Amiga 4ever
We're currently in the final hectic stages of our game project Future Unfolding. I wanted a distraction one Sunday afternoon and decided to port a model I created in '92 on my Amiga 500.
The 3D model was part of an unfinished demo I was working on back then. It was created by redrawing a buckminster ball (aka C60) on graph paper and then reading out the coordinates by hand. It has 60 vertices and 32 sides. The Amiga has a blitter that can draw multi-side polygons so the model wasn't triangulated.
Flat shaded model running on Amiga
Last year as I was home for Christmas my brother and me took out the Amiga from my parents attic. About half of the disks were still working after 20 years of storage. I copyied some of my old source code for fun and archiving at that time.
Amiga disks can't be read in a PC disk drive. Instead, to transfer the data you open a serial port (with a null modem cable to a Windows computer) to download a tool called Amiga Explorer on your Amiga. This software can then be used to copy disks over to your PC.
Parts of the demo source code
It took a while for me to get around to finally port the model over to a format our custom game engine could read.
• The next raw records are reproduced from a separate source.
/**
 * The report's pages as text: the overview report.html (cautions, the table of sessions with a
 * thumbnail and a link each, the failures) and each session's page report/<stem>.html (plots,
 * close-ups, tables), all self-contained.
 */
import { describe, expect, test, beforeAll } from 'vitest';
import { mkdtempSync, readdirSync, readFileSync } from 'node:fs';
import { tmpdir } from 'node:os';
import { join } from 'node:path';
import { overviewData, reportHtml, reportPayload, sessionPageHtml, sessionPageName, writeReport, writeSessionPage, REPORT_FILE } from '../../src/output/report/index.js';
import { CAUTION } from '../../src/output/caution.js';
import { buildSummary, okEntry } from '../../src/output/summary.js';
import type { ReportExtension } from '../../src/output/report/extensions.js';
import { seriesChart } from '../../src/output/report/chart-time.js';
import { esc } from '../../src/output/report/html-text.js';
import { batch, session } from './fixtures.js';

const PLOTS_PER_SESSION = 5;
/** roll/pitch, heading, attitude sd, accelerometer bias, gyroscope bias */
const IMU_PLOTS = 5;
const CTX = { tool: 'hindcast', version: '0.0.0-test', profile: 'default' };

let html: string;
/** Each ok session's page, in the order of the summary. */
let pages: string[];
let b: ReturnType<typeof batch>;
beforeAll(async () => {
  b = batch();
  html = reportHtml(b.summary, b.overviews);
  pages = [];
  for (const s of b.summary.sessions) if (s.status === 'ok') pages.push(await sessionPageHtml(s, b.payloads.get(s.name), CTX));
});

const okSessions = () => b.summary.sessions.filter((s) => s.status === 'ok');

function sections(h: string): string[] {
  return h.split('<section class="session').slice(1);
}

/** The checks every page of the report passes: nothing loaded, ids unique, links only as given. */
function selfContained(h: string, href: (link: string) => boolean): void {
  expect(h).not.toMatch(/<link\b|<iframe\b|<img\b|<object\b|<embed\b|@import/i);
  // url() only for references inside the page (SVG clip paths), and those ids are unique
  for (const m of h.matchAll(/url\(([^)]*)\)/g)) expect(m[1]).toMatch(/^#[\w-]+$/);
  const ids = [...h.matchAll(/\bid="([^"]+)"/g)].map((m) => m[1]);
  expect(new Set(ids).size).toBe(ids.length);
  for (const m of h.matchAll(/url\(#([\w-]+)\)/g)) expect(ids).toContain(m[1]);
  expect(h).not.toMatch(/\bsrc\s*=/i);
  for (const m of h.matchAll(/\bhref\s*=\s*"([^"]*)"/gi)) expect(href(m[1]!), m[1]).toBe(true);
  const urls = [...h.matchAll(/\b(?:https?|ftp|wss?):\/\/[^\s"'<>)]+/gi)].map((m) => m[0]);
  for (const u of urls) expect(['http://www.w3.org/2000/svg', 'http://www.w3.org/1999/xlink']).toContain(u);
  expect(h).toContain(`http-equiv="Content-Security-Policy" content="default-src 'none';`);
}

describe('report.html and the session pages', () => {
  test('are self-contained: nothing is loaded, no address but the SVG namespaces; the overview links only to session pages, a page only to its own parts and the overview', () => {
    const pageLinks = new Set(okSessions().map((s) => sessionPageName(s.name)));
    selfContained(html, (l) => l.startsWith('#') || pageLinks.has(l));
    for (const p of pages) selfContained(p, (l) => l.startsWith('#') || l === '../report.html');
  });

  test('state the cautions at the top and the bottom', () => {
    for (const h of [html, ...pages]) expect(h.split(esc(CAUTION)).length - 1).toBe(2);
    expect(CAUTION).toMatch(/not for navigation or safety-of-life use/);
    expect(CAUTION).toMatch(/checked against control and against the local rules of licensed practice/);
  });

  test('the overview draws no chart: one small track thumbnail and one page link per ok session', () => {
    expect(sections(html)).toHaveLength(0);
    expect(html).not.toContain('<figure');
    const rows = html.split('<tbody>')[1]!.split('</tbody>')[0]!.split('<tr').slice(1);
    for (const [i, s] of b.summary.sessions.entries()) {
      const thumbs = rows[i]!.match(/<svg [^>]*class="thumbnail"/g) ?? [];
      const links = [...rows[i]!.matchAll(/href="([^"]+)"/g)].map((m) => m[1]);
      if (s.status === 'ok') {
        expect(thumbs, s.name).toHaveLength(1);
        expect(rows[i]).toContain(`aria-label="Track of ${esc(s.name)}"`);
        expect(links).toEqual([sessionPageName(s.name)]);
      } else {
        expect(thumbs).toHaveLength(0);
        expect(links).toEqual([]);
      }
    }
    // the whole overview of five sessions: a few kilobytes a row (common practice: keep inline thumbnails small)
    expect(html.length).toBeLessThan(40_000);
  });

  test('the overview lists each failed session with its reason', () => {
    const failed = html.split('<ul class="failures">')[1]!.split('</ul>')[0]!;
    expect(failed).toContain('<strong>broken</strong>');
    expect(failed).toContain('no time column found');
  });

  test('overview: one row per session, failed ones included, with the columns asked for', () => {
    const table = html.slice(html.indexOf('<table class="overview'), html.indexOf('</table>'));
    const rows = table.split('<tbody>')[1]!.split('<tr').slice(1);
    expect(rows).toHaveLength(b.summary.sessions.length);
    expect(rows.filter((r) => r.includes('class="failed"'))).toHaveLength(1);
    for (const h of ['session', 'status', 'length (km)', 'duration (h:mm:ss)', 'flagged', 'bridged (s)', 'median 95% ellipse (m)', 'worst 95% ellipse (m)', 'calibrated noise h / v', 'warnings'])
      expect(table).toContain(`<button type="button">${esc(h)}</button>`);
    // numbers sort on data-sort: the length in metres
    const v = b.results[0]!;
    expect(rows[0]).toContain(`data-sort="${v.metrics.lengthM}"`);
  });

  test('every ok session\'s page has its one section with its plots drawn as SVG', () => {
    for (const [i, s] of okSessions().entries()) {
      const secs = sections(pages[i]!);
      expect(secs, s.name).toHaveLength(1);
      // the plots (the close-ups are figures of their own)
      const svgs = secs[0]!.split('<figure class="plot"').length - 1;
      expect(svgs).toBe(s.name.endsWith('-imu') ? PLOTS_PER_SESSION + IMU_PLOTS : PLOTS_PER_SESSION);
      // drawn from the data: lines and symbols, not empty frames
      expect((secs[0]!.match(/role-mark/g) ?? []).length).toBeGreaterThanOrEqual(PLOTS_PER_SESSION * 2);
      expect(pages[i]).toContain(`<title>Hindcast review report: ${esc(s.name)}</title>`);
    }
  });

  test('a failed session\'s section gives its reason', async () => {
    const s = b.summary.sessions.find((x) => x.status === 'failed')!;
    expect(sections(await sessionPageHtml(s, undefined, CTX))[0]).toContain('no time column found');
  });

  test('flagged fixes are drawn with their own symbols; bridged spans dashed', () => {
    const sec = sections(pages[0]!)[0]!;
    expect(sec).toContain('flagged by the test');
    expect(sec).toContain('bridged (no fix)');
    // the legend and marks use distinct shapes and a dash pattern
    expect(sec).toMatch(/stroke-dasharray="6,4"/);
  });

  test('a thinned session says so; all its flagged fixes are still listed', () => {
    const i = okSessions().findIndex((s) => s.name.startsWith('drone'));
    const sec = sections(pages[i]!)[0]!;
    const p = b.payloads.get(okSessions()[i]!.name)!;
    expect(sec).toMatch(new RegExp(`Plots show ${p.plot.tSec.length} of ${p.epochs} epochs`));
    expect((sec.split('<table class="flagged')[1]!.split('</table>')[0]!.match(/<tr id=/g) ?? []).length).toBe(p.flaggedCount);
  });

  test('names and texts are escaped', async () => {
    const r = { ...session('vehicle', 7, { durationSec: 300 }).result, name: 'a&b <i>x</i>"' };
    const p = reportPayload(r);
    const entry = okEntry(r, 'x<y>.csv', [sessionPageName(r.name)], 0);
    const h = reportHtml(buildSummary('t', 'in<put>', 'default', [entry]), new Map([[r.name, overviewData(p)]]));
    const page = await sessionPageHtml(entry, p, CTX);
    for (const x of [h, page]) {
      expect(x).not.toContain('<i>x</i>');
      expect(x).toContain('a&amp;b &lt;i&gt;x&lt;/i&gt;&quot;');
    }
    expect(h).toContain('in&lt;put&gt;');
    expect(page).toContain('x&lt;y&gt;.csv');
    // the link to the page is percent-encoded (RFC 3986 §2.1), the "/" kept as the path separator of a subfolder
    expect(h).toContain('href="report/a%26b%20%3Ci%3Ex%3C/i%3E%22.html"');
  });

  test('an extension adds its group of plots to the sessions that have its data', async () => {
    const r = session('vehicle', 7, { durationSec: 300 }).result;
    const ext: ReportExtension = {
      id: 'fake-imu',
      title: 'Attitude (test extension)',
      collect: (_res, epochs) => ({ yawDeg: Float64Array.from(epochs, (j) => (j * 3) % 360) }),
      charts: (d, plot, spans) => [{ title: 'Yaw', caption: 'test', spec: seriesChart(plot, [{ name: 'yaw', values: d.yawDeg as Float64Array }], spans, { description: 'yaw', yTitle: 'yaw (deg)' }) }],
    };
    const p = reportPayload(r);
    p.extensions['fake-imu'] = ext.collect(r, p.plot.epoch)!;
    const h = await sessionPageHtml(okEntry(r, 'x.csv', [], 0), p, CTX, [ext]);
    const sec = sections(h)[0]!;
    expect(sec.split('<figure class="plot"').length - 1).toBe(PLOTS_PER_SESSION + 1);
    expect(sec).toContain('<h3>Attitude (test extension)</h3>');
  });

  test('an IMU-aided session gets its attitude and bias plots (the IMU extension)', () => {
    const i = okSessions().findIndex((s) => s.name.endsWith('-imu'));
    const sec = sections(pages[i]!)[0]!;
    expect(sec).toContain('<h3>IMU: attitude and sensor biases</h3>');
    for (const t of ['Roll and pitch over time', 'Heading over time', 'Attitude standard deviation over time', 'Accelerometer bias over time', 'Gyroscope bias over time'])
      expect(sec).toContain(`<strong>${t}.</strong>`);
    // sessions without IMU fields have none of it
    expect(sections(pages[0]!)[0]).not.toContain('IMU: attitude');
  });

  test('a payload or overview data of another version is not drawn', async () => {
    const r = session('vehicle', 7, { durationSec: 300 }).result;
    const p = { ...reportPayload(r), version: -1 };
    const entry = okEntry(r, 'x.csv', [sessionPageName(r.name)], 0);
    expect(sections(await sessionPageHtml(entry, p, CTX))[0]).toContain('No plot data of this version');
    const h = reportHtml(buildSummary('t', 'in', 'default', [entry]), new Map([[r.name, { ...overviewData(reportPayload(r)), version: -1 }]]));
    expect(h).not.toContain('class="thumbnail"');
    expect(h).toContain(`href="${sessionPageName(r.name)}"`);
  });

  test('writeReport writes report.html and writeSessionPage report/<stem>.html atomically, leaving no temporary', async () => {
    const dir = mkdtempSync(join(tmpdir(), 'hindcast-report-'));
    await writeReport(dir, b.summary, b.overviews);
    const s = okSessions()[0]!;
    expect(await writeSessionPage(dir, s, b.payloads.get(s.name)!, CTX)).toBe(sessionPageName(s.name));
    expect(readdirSync(dir).sort()).toEqual(['report', REPORT_FILE]);
    expect(readdirSync(join(dir, 'report'))).toEqual([`${s.name}.html`]);
    const text = readFileSync(join(dir, REPORT_FILE), 'utf8');
    expect(text.startsWith('<!DOCTYPE html>')).toBe(true);
    expect(text.split('<tbody>')[1]!.split('<tr').length - 1).toBe(b.summary.sessions.length);
    expect(sections(readFileSync(join(dir, 'report', `${s.name}.html`), 'utf8'))).toHaveLength(1);
  });
});
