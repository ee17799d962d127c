/**
 * Acceptance: report.html in headless Chromium (Debian's, driven by playwright-core) with every
 * network request blocked and recorded: it loads with no request but its own file, no console
 * error, every plot drawn, the overview sorts; a screenshot is kept in test-artifacts/.
 */
import { describe, expect, test, beforeAll, afterAll } from 'vitest';
import { mkdirSync, mkdtempSync, rmSync, statSync } from 'node:fs';
import { tmpdir } from 'node:os';
import { join, resolve } from 'node:path';
import { pathToFileURL } from 'node:url';
import { chromium, type BrowserContext, type Page } from 'playwright-core';
import { writeReport, REPORT_FILE } from '../../src/output/report/index.js';
import { batch } from './fixtures.js';
import { CHROMIUM, requireChromium, SKIP_SYSTEM_TOOLS } from './system-tools.js';

const ARTIFACTS = resolve('test-artifacts');

describe.skipIf(SKIP_SYSTEM_TOOLS)('report.html in headless Chromium', () => {
  let ctx: BrowserContext;
  let page: Page;
  let profile: string;
  let b: ReturnType<typeof batch>;
  const requests: string[] = [];
  const blocked: string[] = [];
  const errors: string[] = [];
  let url: string;

  beforeAll(async () => {
    requireChromium();
    b = batch();
    const out = mkdtempSync(join(tmpdir(), 'hindcast-browser-out-'));
    await writeReport(out, b.summary, b.payloads);
    url = pathToFileURL(join(out, REPORT_FILE)).href;
    profile = mkdtempSync(join(tmpdir(), 'hindcast-chromium-'));
    ctx = await chromium.launchPersistentContext(profile, {
      executablePath: CHROMIUM,
      headless: true,
      args: ['--headless', '--no-sandbox', '--disable-gpu', '--disable-quic', '--no-first-run', '--disable-background-networking', '--disable-component-update', '--disable-sync'],
      offline: true,
      viewport: { width: 1280, height: 900 },
    });
    // every request goes through here: the page's own file passes, anything else is refused and recorded
    await ctx.route('**/*', (route) => {
      const u = route.request().url();
      if (u === url) return route.continue();
      blocked.push(u);
      return route.abort('blockedbyclient');
    });
    page = ctx.pages()[0] ?? (await ctx.newPage());
    page.on('request', (r) => requests.push(r.url()));
    page.on('console', (m) => {
      if (m.type() === 'error' || m.type() === 'warning') errors.push(`${m.type()}: ${m.text()}`);
    });
    page.on('pageerror', (e) => errors.push(`pageerror: ${e.message}`));
    await page.goto(url, { waitUntil: 'load' });
  });

  afterAll(async () => {
    await ctx?.close();
    if (profile) rmSync(profile, { recursive: true, force: true });
  });

  test('loads offline: no request but the file itself, no console error', () => {
    expect(requests).toEqual([url]);
    expect(blocked).toEqual([]);
    expect(errors).toEqual([]);
  });

  test('every session section has all its plots drawn, with visible size', async () => {
    // (runs in the page; typed loosely since the tests compile without the DOM library)
    const counts = await page.$$eval('section.session', (secs: any[]) =>
      secs.map((s) => ({
        name: s.getAttribute('data-session'),
        failed: s.classList.contains('failed'),
        svgs: s.querySelectorAll('figure.plot svg').length,
        drawn: Array.from(s.querySelectorAll('figure.plot svg') as any[]).filter((svg) => {
          const r = svg.getBoundingClientRect();
          return r.width > 300 && r.height > 100 && svg.querySelectorAll('path').length > 5;
        }).length,
      })),
    );
    expect(counts).toHaveLength(b.summary.sessions.length);
    for (const c of counts) {
      const want = c.failed ? 0 : c.name!.endsWith('-imu') ? 10 : 5;
      expect(c, `${c.name}`).toEqual({ name: c.name, failed: c.failed, svgs: want, drawn: want });
    }
  });

  test('the cautions are visible', async () => {
    const n = await page.locator('.caution').count();
    expect(n).toBe(2);
    await expect(page.locator('.caution').first().innerText()).resolves.toMatch(/not for navigation or safety-of-life use/);
  });

  test('the overview sorts by a column, both ways', async () => {
    const col = await page.$$eval('#overview thead th', (ths) => ths.findIndex((th) => th.textContent?.trim() === 'flagged'));
    expect(col).toBeGreaterThan(0);
    const values = () => page.$$eval('#overview tbody tr', (rows, c) => rows.map((r) => r.children[c as number]!.getAttribute('data-sort') ?? ''), col);
    const btn = page.locator('#overview thead th').nth(col).locator('button');
    await btn.click();
    const asc = await values();
    const nums = asc.filter((v) => v !== '').map(Number);
    expect(nums).toEqual([...nums].sort((a, b) => a - b));
    expect(asc.at(-1)).toBe(''); // the failed session (no value) last
    await btn.click();
    const desc = (await values()).filter((v) => v !== '').map(Number);
    expect(desc).toEqual([...nums].sort((a, b) => b - a));
    expect(await page.locator('#overview thead th').nth(col).getAttribute('aria-sort')).toBe('descending');
  });

  test('a screenshot is kept as a test artefact', async () => {
    mkdirSync(ARTIFACTS, { recursive: true });
    const path = join(ARTIFACTS, 'report.png');
    await page.screenshot({ path, fullPage: true });
    expect(statSync(path).size).toBeGreaterThan(50_000);
    const first = join(ARTIFACTS, 'report-first-session.png');
    await page.locator('section.session').first().screenshot({ path: first });
    expect(statSync(first).size).toBeGreaterThan(20_000);
  });
});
I started by doing some quick text edits in TextMate column mode, and then some search/replace to setup the data as two C++ arrays.
The Amiga model uses multi-side polygons, to be precise 5 or 6 sided. The loading code triangulates these as they are read from the array data. The setup code also calculates normals per polygon and then assigns these to all the triangles for that polygon. This is because my hand modeled polygons are not perfectly flat, and the triangles would otherwise have different normals. This would result in visible edges after lighting.
Apparently I hadn't setup the polygon winding correctly back then, so I added a check to see which side was outwards and flipped the incorrect sides.
Asset used in-game as part of a sphere effect
The final model is used in the game to create a special sphere effect used in a small part of the game. It doesn't look like it did in '92, but I'm happy this asset is finally going to make it into a released product.